Tetsuya Yamagami, a 41-year-old man at the time, fatally shot former Japanese prime minister Shinzo Abe on 8 July 2022. (Photo: X/RT_com)
A shocking and unprecedented act rocked Japan in July 2022 when former Prime Minister Shinzo Abe was fatally shot during a campaign speech in Nara. The alleged perpetrator, Tetsuya Yamagami, was arrested at the scene. The incident triggered an intense investigation into deep-rooted motives, including personal grievances linked to a religious organization, questions around gun control and political ties, and a large-scale national debate on public event security.
Below are the full details, who Yamagami is, how the shooting happened, what his motive may have been, and what the legal fallout has become.
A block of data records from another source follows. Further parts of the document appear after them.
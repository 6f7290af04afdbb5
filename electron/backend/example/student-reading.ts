import type { Random } from './random.ts';
import type { TrueBand } from './simulate.ts';

/** A line as an invented student wrote it down. */
export interface ReadLine {
  readonly m: number;
  readonly wavenumberPerCm: number;
}

export interface ReadingHabits {
  /** 'parabola' through three points, or the highest point of the file. */
  readonly read: 'parabola' | 'highest-point';
  /** Further error of every reading, cm-1 (ruler, cursor, rounding). */
  readonly readingErrorPerCm: number;
  /** Lines per branch that the student wants to use. */
  readonly largestM: number;
}

/** Index of the highest absorbance within `reach` of a place; null where the file does not hold it. */
function highestNear(x: Float64Array, y: Float64Array, place: number, reach: number): number | null {
  const step = x[1]! - x[0]!;
  const first = Math.ceil((place - reach - x[0]!) / step);
  const last = Math.floor((place + reach - x[0]!) / step);
  if (first < 1 || last > x.length - 2 || last < first) return null;
  let best = first;
  for (let i = first; i <= last; i++) if (y[i]! > y[best]!) best = i;
  return best;
}

function topOf(x: Float64Array, y: Float64Array, i: number, read: ReadingHabits['read']): number {
  const [a, b, c] = [y[i - 1]!, y[i]!, y[i + 1]!];
  const curvature = a - 2 * b + c;
  const step = x[1]! - x[0]!;
  if (read === 'highest-point' || curvature >= 0) return x[i]!;
  return x[i]! + Math.max(-0.6, Math.min(0.6, (0.5 * (a - c)) / curvature)) * step;
}

/**
 * Lines as read off the sampled spectrum (absorbance over an ascending, even axis): the top nearest to each line that
 * stands out of the noise, up to the number the student wants, without gaps.
 */
export function readLines(
  x: Float64Array,
  absorbance: Float64Array,
  band: TrueBand,
  habits: ReadingHabits,
  random: Random,
): readonly ReadLine[] {
  const tallest = Math.max(...band.lines.map((line) => line.peakAbsorbance));
  const step = x[1]! - x[0]!;
  const found: ReadLine[] = [];
  for (const sign of [1, -1]) {
    for (let j = 1; j <= habits.largestM; j++) {
      const line = band.lines.find((each) => each.m === sign * j);
      if (!line || line.peakAbsorbance < 0.04 * tallest) break;
      const top = highestNear(x, absorbance, line.wavenumberPerCm, Math.max(0.3, 2.2 * step));
      if (top === null) break;
      const place = topOf(x, absorbance, top, habits.read) + habits.readingErrorPerCm * random.normal();
      found.push({ m: line.m, wavenumberPerCm: Number(place.toFixed(3)) });
    }
  }
  return found.sort((a, b) => a.m - b.m);
}
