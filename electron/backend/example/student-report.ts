import type { QuantityKey } from '../../../shared-core/units/types.ts';
import type { Random } from './random.ts';
import type { Course, StudentValues } from './student-analysis.ts';
import type { SlipCode } from './student-slips.ts';

/** Units in which a course's columns ask for lengths and force constants. */
export interface ReportUnits {
  readonly length: 'pm' | 'Å' | 'nm';
  readonly forceConstant: 'N/m' | 'mdyn/Å';
}

const lengthFactor = { pm: 1, Å: 0.01, nm: 0.001 } as const;
const forceFactor = { 'N/m': 1, 'mdyn/Å': 0.01 } as const;

/** Unit of the column of a quantity. */
export function columnUnit(key: QuantityKey, units: ReportUnits): string {
  if (key === 're' || key === 'r0') return units.length;
  return key === 'k' ? units.forceConstant : 'cm-1';
}

/** Constants as a handbook prints them, for those who copy: H35Cl and D35Cl, Huber and Herzberg (1979), to all digits. */
const handbook: Readonly<Record<string, StudentValues>> = {
  H35Cl: { Be: 10.593416, alphaE: 0.307181, re: 127.455 },
  D35Cl: { Be: 5.448794, alphaE: 0.113291, re: 127.4581 },
  '12C16O': { Be: 1.93128087, alphaE: 0.01750441, re: 112.8323 },
};

const usualFigures: Readonly<Partial<Record<QuantityKey, number>>> = {
  nu0: 6, omegaE: 6, omegaExe: 4, B0: 5, B1: 5, Be: 5, alphaE: 4, D: 3, re: 5, r0: 5, k: 4,
}; // prettier-ignore

/** A number with so many figures, without a power of ten where the hand would write none. */
function written(value: number, figures: number): string {
  const text = value.toPrecision(figures);
  const plain = text.includes('e') && Math.abs(value) >= 1e-3 && Math.abs(value) < 1e7;
  if (plain) return String(Number(text));
  if (Math.abs(value) < 1e-3 && value !== 0) return value.toExponential(figures - 1);
  return text;
}

/** Two neighbouring, unequal digits exchanged, where it changes the value by more than a hundredth. */
function swapDigits(text: string, random: Random): string {
  const places = [...text.matchAll(/\d(?=\.?\d)/g)]
    .map((match) => match.index)
    .filter((i) => i < 5)
    .map((i) => [i, text[i + 1] === '.' ? i + 2 : i + 1] as const)
    .filter(([i, j]) => text[i] !== text[j] && /\d/.test(text[j] ?? '') && !(i === 0 && text[j] === '0'));
  const swapped = places.map(([i, j]) => {
    const characters = Array.from(text);
    [characters[i], characters[j]] = [characters[j]!, characters[i]!];
    return characters.join('');
  });
  const visible = swapped.filter((each) => Math.abs(Number(each) / Number(text) - 1) > 0.01);
  return visible.length === 0 ? text : random.pick(visible);
}

function swapFields(values: StudentValues, random: Random): StudentValues {
  const pairs: readonly (readonly [QuantityKey, QuantityKey])[] = [['B0', 'B1'], ['Be', 'alphaE'], ['Be', 'B0'], ['k', 'nu0'], ['nu0', 'omegaE'], ['re', 'k']]; // prettier-ignore
  const there = pairs.filter(([a, b]) => values[a] !== undefined && values[b] !== undefined);
  if (there.length === 0) return values;
  const [a, b] = random.pick(there);
  return { ...values, [a]: values[b], [b]: values[a] };
}

/** What stands in the cells, in the units of the columns: rounded, and with the slips of writing down. */
export function writeDown(
  standard: StudentValues,
  course: Course,
  units: ReportUnits,
  slips: ReadonlySet<SlipCode>,
  random: Random,
): Partial<Record<QuantityKey, string>> {
  let values = { ...standard };
  const more = random.uniform() < 0.4 ? 1 : 0;
  const copied = slips.has('value-from-literature') ? (handbook[course.isotopologue] ?? {}) : {};
  // The copier takes alphaE and at times Be with it.
  const taken: QuantityKey[] = random.uniform() < 0.5 ? ['alphaE'] : ['alphaE', 'Be'];
  if (slips.has('fields-swapped')) values = swapFields(values, random);
  const keys = course.quantities.filter((key) => values[key] !== undefined);
  const shifted = random.pick(keys.filter((key) => key !== 'nu0' && key !== 'omegaE'));
  // Not D: its last digits are open anyway.
  const mixed = random.pick(keys.filter((key) => key !== 'D'));
  const power = random.pick([-2, -1, 1, 2, 3]);
  return Object.fromEntries(
    keys.map((key) => {
      let value = values[key]!;
      if (copied[key] !== undefined && taken.includes(key)) return [key, String(copied[key])];
      if (key === 're' || key === 'r0') {
        const wrongUnit = units.length === 'pm' ? 0.01 : units.length === 'Å' ? 100 : 1000;
        value *= lengthFactor[units.length] * (slips.has('unit-r') ? wrongUnit : 1);
      }
      if (key === 'k') {
        const wrongUnit = units.forceConstant === 'N/m' ? random.pick([1000, 0.01]) : 100;
        value *= forceFactor[units.forceConstant] * (slips.has('unit-k') ? wrongUnit : 1);
      }
      if (slips.has('power-of-ten') && key === shifted) value *= 10 ** power;
      let text = written(value, (usualFigures[key] ?? 5) + (key === 'nu0' || key === 'D' ? 0 : more));
      if (slips.has('digits-swapped') && key === mixed) text = swapDigits(text, random);
      return [key, text];
    }),
  );
}
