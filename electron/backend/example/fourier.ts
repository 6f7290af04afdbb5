/** Plans (bit reversal and twiddle factors) by length, since benches transform thousands of arrays of a few lengths. */
const plans = new Map<number, { reversed: Uint32Array; cosine: Float64Array; sine: Float64Array }>();

function planOf(length: number): { reversed: Uint32Array; cosine: Float64Array; sine: Float64Array } {
  const known = plans.get(length);
  if (known) return known;
  const bits = Math.round(Math.log2(length));
  if (length < 2 || 2 ** bits !== length) {
    throw new RangeError(`length must be a power of two of at least 2, got ${length}`);
  }
  const reversed = new Uint32Array(length);
  for (let i = 0; i < length; i++) {
    reversed[i] = (reversed[i >> 1]! >> 1) | ((i & 1) << (bits - 1));
  }
  const cosine = new Float64Array(length / 2);
  const sine = new Float64Array(length / 2);
  for (let i = 0; i < length / 2; i++) {
    cosine[i] = Math.cos((2 * Math.PI * i) / length);
    sine[i] = Math.sin((2 * Math.PI * i) / length);
  }
  const plan = { reversed, cosine, sine };
  plans.set(length, plan);
  return plan;
}

/**
 * Discrete Fourier transform in place, X_k = sum x_j exp(-2 pi i jk/N) (`inverse`: plus sign, not divided by N).
 * The length must be a power of two.
 */
export function transform(real: Float64Array, imaginary: Float64Array, inverse = false): void {
  const length = real.length;
  const { reversed, cosine, sine } = planOf(length);
  for (let i = 0; i < length; i++) {
    const j = reversed[i]!;
    if (j > i) {
      const r = real[i]!;
      real[i] = real[j]!;
      real[j] = r;
      const m = imaginary[i]!;
      imaginary[i] = imaginary[j]!;
      imaginary[j] = m;
    }
  }
  const sign = inverse ? 1 : -1;
  for (let half = 1; half < length; half *= 2) {
    const stride = length / (2 * half);
    for (let start = 0; start < length; start += 2 * half) {
      for (let k = 0; k < half; k++) {
        const c = cosine[k * stride]!;
        const s = sign * sine[k * stride]!;
        const a = start + k;
        const b = a + half;
        const r = real[b]! * c - imaginary[b]! * s;
        const m = real[b]! * s + imaginary[b]! * c;
        real[b] = real[a]! - r;
        imaginary[b] = imaginary[a]! - m;
        real[a] = real[a]! + r;
        imaginary[a] = imaginary[a]! + m;
      }
    }
  }
}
Tetsuya Yamagami, a 41-year-old man at the time, fatally shot former Japanese prime minister Shinzo Abe on 8 July 2022. Yamagami attacked Abe during an outdoor campaign speech in Nara using a homemade firearm. Abe collapsed at the scene and later died in the hospital from blood loss.
Tetsuya Yamagami is a Japanese man from Nara Prefecture who served in the Japan Maritime Self-Defense Force earlier in his life. He had no notable criminal history before the shooting and was unemployed at the time of the attack.
Authorities arrested him at the scene and later carried out psychiatric evaluations before charging him.
Police say Yamagami built an improvised gun that he used in the attack. Investigators recovered several homemade guns, some unfinished, and components for gunpowder at his home and vehicle.
Forensics and police reports describe the weapon as a crude double-barreled device capable of firing pellets.
Yamagami has confessed to killing Abe, but legal proceedings have continued over charges including murder and weapons offenses. A psychiatric assessment deemed him fit to stand trial, and prosecutors formally charged him.
His criminal trial began in late October 2025, and the court will decide guilt and any sentence after the hearings conclude.
Yamagami told police that he targeted Abe because of Abe’s links to the Unification Church, which Yamagami blamed for his family’s financial ruin. He said his mother made large donations to the group, and the family suffered severe hardship afterward. Investigations into political ties between the church and ruling-party members intensified after the killing.
Yamagami described his grievance as personal, not political. He said he acted to “liberate” people from the harm he attributed to the Unification Church. Observers note he did not strike explicit party-political demands in publicly available statements to the police. Media reporting focused more on his motive linked to the church than on any coherent political ideology.
Some young people in China have started making short videos on social media, dressing up and posing like Tetsuya Yamagami, as part of a controversial online trend glorifying the assassin.
Shinzo Abe was assassinated because the attacker blamed him for his perceived ties to the Unification Church and for the personal harm those ties caused the attacker’s family.
The suspect said he wanted to strike at the organization and viewed Abe as linked to it through political connections. The killing prompted national debate about party ties to religious organizations and security at public events.
Reporting says Yamagami’s family suffered financial hardship after his mother donated large sums and assets to the Unification Church. His family experienced bankruptcy and loss of property, which Yamagami cited as central to his motive.
Yes. Authorities arrested Yamagami at the scene in 2022, and he remained alive in custody while undergoing psychiatric evaluation and prosecution. As of October 2025, he is in detention and attending trial proceedings.
Police detained him immediately after the shooting and later charged him with murder and weapons offenses. He underwent psychiatric assessments and awaited trial; prosecutors deemed him fit to stand trial before indicting him.
The legal process has examined both his criminal responsibility and the wider political fallout.
Tetsuya Yamagami is in custody and has been held in detention pending trial. His trial opened on 28 October 2025, with hearings scheduled through January 2026 to determine the verdict.